ELES ANDAM POR AÍ...
Quem? Os anjos e os Santos.
Parece ao Leitor que ensandeci? São só duas pequenas histórias sendo uma passada comigo e a outra ao meu lado, num semáforo.
Há dias, um estrangeiro que estava estacionado junto ao passeio da rua por onde eu circulava, decidiu sair do estacionamento sem olhar pelo retrovisor para ver se lá vinha alguém e amachucou com alguma violência o lado direito do meu carro. Pelo bafo que exalava, percebi de imediato que ele estava etilizado e como não queria que eu chamasse a Polícia, deu-se de imediato por culpado assinando a «Declaração Amigável» mesmo antes de eu a preencher por completo.
Apesar de amolgado, o meu carro podia andar e eu segui para casa mas a certa altura comecei a sentir que alguma coisa estava errada. E foi nessa altura que ouvi um carro a trás de mim a apitar e vi pelo retrovisor vários sinais de luz. Parei logo que me foi possível e ele parou do meu lado esquerdo para me dizer que eu tinha um pneu vazio. Sim, para além da chaparia amolgada e cortada, o etilizado dera-me também cabo do pneu.
E este que agora me avisava, sugeriu-me que parasse ali à frente onde não incomodaria o trânsito para mudar a roda com espaço e tranquilidade. Assim fiz e notei que ele parou a trás de mim. E qual não foi o meu espanto quando o jovem saiu do carro dele e se meteu ao trabalho de me substituir a roda não me deixando fazer mais do que abrir o porta-bagagens do meu carro para aceder às ferramentas necessárias e, no final, ser eu a fechar o dito porta-bagagens.
Eu fiquei perplexo sem saber como lhe agradecer ao que ele se limitou a dizer que tivera muito gosto em me ajudar. E assim como aparecera no meu retrovisor sem eu me ter apercebido, já ia a meter-se no carro dele para se ir embora quando eu lhe pedi que, pelo menos, me deixasse dar-lhe um abraço. Depois do abraço, meteu-se no carro e foi-se embora. Não sei quem era, não lhe fixei o nome que titubeou e nunca mais o vi. Desapareceu no trânsito e eu só sei que se ele não era um anjo é porque fora mandado por algum.
* * *
Naquele cruzamento de ruas por onde passo todas as manhãs, está quase sempre um velhote imóvel envergando um colete publicitário e ostentando uma revista «Cais» julgando eu que ele tenha mais alguns exemplares na sacola que sempre encosta ao poste do semáforo. Nesta dezena de anos que levo de o ver ali parado, só o terei visto vender, quando muito, duas ou três revistas.

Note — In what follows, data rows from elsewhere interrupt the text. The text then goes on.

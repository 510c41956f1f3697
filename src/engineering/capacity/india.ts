/** India: IS 1893 of 1970 to 1984, Part 1 of 2002 and of 2016. */
import type { System } from '../building.js';
import { apply, applyAny } from '../formula.js';
import type { AnyRecord } from '../formula.js';
import { power } from '../numeric/power.js';
import { INDIA_PERIODS } from '../period/india.js';
import { INDIA_1970_FRAME, INDIA_1970_OTHER } from '../period/past-records.js';
import type { Trace } from '../trace.js';
import { PERIOD, bySystem, coefficientRecord, isMomentFrame, number, planDimension_m, recordOf } from './edition.js';
import type { CodeEdition, DependsOn, DesignFacts } from './edition.js';
import { WORKING_TO_STRENGTH } from './records.js';
import type { EditionTable, StatedFor } from './stated.js';

export const INDIA_1970 = coefficientRecord(
  'is1893-1970/base-shear/static',
  'Base shear over weight K C α_h, IS 1893 of 1970 to 1984',
  {
    id: 'base-shear/is1893-1970',
    inputs: [
      number('basic_coefficient', 'α_0: 0.01, 0.02, 0.04, 0.05, 0.08 in zones I to V'),
      number('soil_factor', 'β of soil and foundation, 1.0 to 1.5'),
      number('performance_factor', 'performance factor K of the system'),
      PERIOD,
    ],
    expression: 'performance_factor * soil_factor * basic_coefficient * min(1, 0.5 / period_s ^ (1 / 3))',
    evaluate: ({ basic_coefficient, soil_factor, performance_factor, period_s }) =>
      performance_factor! * soil_factor! * basic_coefficient! * Math.min(1, 0.5 / power(period_s!, 1 / 3)),
  },
  {
    source: { standard: 'IS 1893', edition: '1970 to 1984', clause: '4.2' },
    verified: 'memory',
    note: 'C = 0.5/T^(1/3), at most 1; importance 1. Working-stress level.',
  },
);

export const INDIA_2002 = coefficientRecord(
  'is1893-2002/base-shear/static',
  'Design horizontal seismic coefficient A_h, IS 1893 Part 1 of 2002 and 2016',
  {
    id: 'base-shear/is1893-2002',
    inputs: [
      number('zone_factor', 'zone factor Z'),
      number('fall_s', 'S_a/g times T beyond the plateau: 1.00, 1.36, 1.67 on hard, medium, soft ground', 's'),
      number('reduction_r', 'response reduction factor R'),
      PERIOD,
    ],
    expression: 'zone_factor / 2 * min(2.5, fall_s / period_s) / reduction_r',
    evaluate: ({ zone_factor, fall_s, reduction_r, period_s }) =>
      ((zone_factor! / 2) * Math.min(2.5, fall_s! / period_s!)) / reduction_r!,
  },
  {
    source: { standard: 'IS 1893 Part 1', edition: '2002 and 2016', clause: '6.4.2' },
    verified: 'restated',
    note: 'I = 1. Held to the plateau at short periods. The force is factored by 1.5 in design.',
  },
);

/** K of 1984 by system, from memory: 1.0 for ductile frames, 1.6 for all others. */
export const INDIAN_K = bySystem(1.6, {
  'steel-moment-frame': 1,
  'concrete-moment-frame': 1,
  'concrete-wall-frame': 1,
});
/** R by system: 3 of ordinary and 5 of special concrete frames; the others from memory. */
export const INDIAN_R = bySystem(3, {
  'steel-moment-frame': 5,
  'steel-concentric-braced-frame': 4,
  'steel-eccentric-braced-frame': 5,
  'steel-buckling-restrained-braced-frame': 5,
  'concrete-moment-frame': 5,
  'concrete-shear-wall': 4,
  'concrete-wall-frame': 5,
  'confined-masonry-wall': 2.5,
  'unreinforced-masonry-wall': 1.5,
});

const BASIC = { I: 0.01, II: 0.02, III: 0.04, IV: 0.05, V: 0.08 } as const;
const FALLS_S = { hard: 1, medium: 1.36, soft: 1.67 } as const;

const byPlan = (system: System): DependsOn => (isMomentFrame(system) ? 'height' : 'more');

const period = (edition: string, which: string): AnyRecord =>
  recordOf(INDIA_PERIODS, `is1893-${edition}/period/${which}`);
const PERIODS = Object.fromEntries(
  ['2002', '2016'].map((edition) => [
    edition,
    {
      steel: period(edition, 'steel-moment-frame'),
      concrete: period(edition, 'concrete-moment-frame'),
      other: period(edition, 'other'),
    },
  ]),
) as Readonly<Record<'2002' | '2016', Readonly<Record<'steel' | 'concrete' | 'other', AnyRecord>>>>;

function periodOf_s(edition: '2002' | '2016', facts: DesignFacts, trace?: Trace): number {
  const { steel, concrete, other } = PERIODS[edition];
  const { system, height_m } = facts;
  if (!isMomentFrame(system)) return applyAny(other, { height_m, plan_dimension_m: planDimension_m(facts) }, trace);
  return applyAny(system === 'steel-moment-frame' ? steel : concrete, { height_m }, trace);
}

/** The limit-state combination multiplies the earthquake force by 1.5 [memory]. */
export const LOAD_FACTOR = 1.5;

const spectral = (edition: '2002' | '2016'): CodeEdition<StatedFor<'india-2002'>> => ({
  year: Number(edition),
  title: `IS 1893 Part 1 of ${edition}`,
  source: { ...INDIA_2002.source, edition },
  verified: 'memory',
  note: 'A_h and the periods restated; R of most systems and the load factor 1.5 from memory.',
  dependsOn: byPlan,
  design: (facts, { zone_factor, soil }, trace) => {
    const period_s = periodOf_s(edition, facts, trace);
    // without its ductile detailing a concrete frame is an ordinary one
    const reduction = !facts.ductile && facts.system === 'concrete-moment-frame' ? 3 : INDIAN_R[facts.system];
    const inputs = { zone_factor, fall_s: FALLS_S[soil], reduction_r: reduction, period_s };
    return { coefficient: apply(INDIA_2002, inputs, trace), levelFactor: LOAD_FACTOR, reduction };
  },
});

export type IndianEdition = 'india-1970' | 'india-2002' | 'india-2016';

export const INDIAN_EDITIONS: EditionTable<IndianEdition> = {
  'india-1970': {
    year: 1970,
    title: 'IS 1893 of 1970, 1975 and 1984',
    source: INDIA_1970.source,
    verified: 'memory',
    note: 'Period 0.1 n for frames, 0.09 H/√d for the others.',
    dependsOn: (system) => (isMomentFrame(system) ? 'storeys' : 'more'),
    design: (facts, { zone, soil_factor }, trace) => {
      const { system, building, height_m } = facts;
      const period_s = isMomentFrame(system)
        ? apply(INDIA_1970_FRAME, { storeys: building.storeys.value }, trace)
        : apply(INDIA_1970_OTHER, { height_m, plan_dimension_m: planDimension_m(facts) }, trace);
      const inputs = { basic_coefficient: BASIC[zone], soil_factor, performance_factor: INDIAN_K[system], period_s };
      return { coefficient: apply(INDIA_1970, inputs, trace), levelFactor: WORKING_TO_STRENGTH, reduction: Infinity };
    },
  },
  'india-2002': spectral('2002'),
  'india-2016': spectral('2016'),
};

export const INDIA_RECORDS = [INDIA_1970, INDIA_2002];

Via de três faixas, paro sempre na do meio e naquele dia frio e chuvoso também o fiz até porque na do lado do velhote estava a parar um outro carro. E reparei que o condutor comprou uma revista. Terá sido das muito poucas vezes que vi o imóvel velhote mexer-se. Mas alguma coisa de anormal chamou a minha atenção. Foi então que reparei que o condutor ao meu lado se contorcia a tirar o casaco sem sair de trás do volante dando-o ao velhote que se apressou a vesti-lo mesmo por cima do colete da «Cais». E o semáforo mudou para verde, nós avançámos, o velhote lá ficou mais resguardado do frio e da chuva e...
... e eu pensei que São Martinho subiu aos altares por gesto igual ao do anónimo ao meu lado.
Sim, eles andam por aí! Uns são anjos e outros são Santos. A modernidade está no anonimato.
É que, afinal, há muito mais gente boa do que os telejornais dão a entender.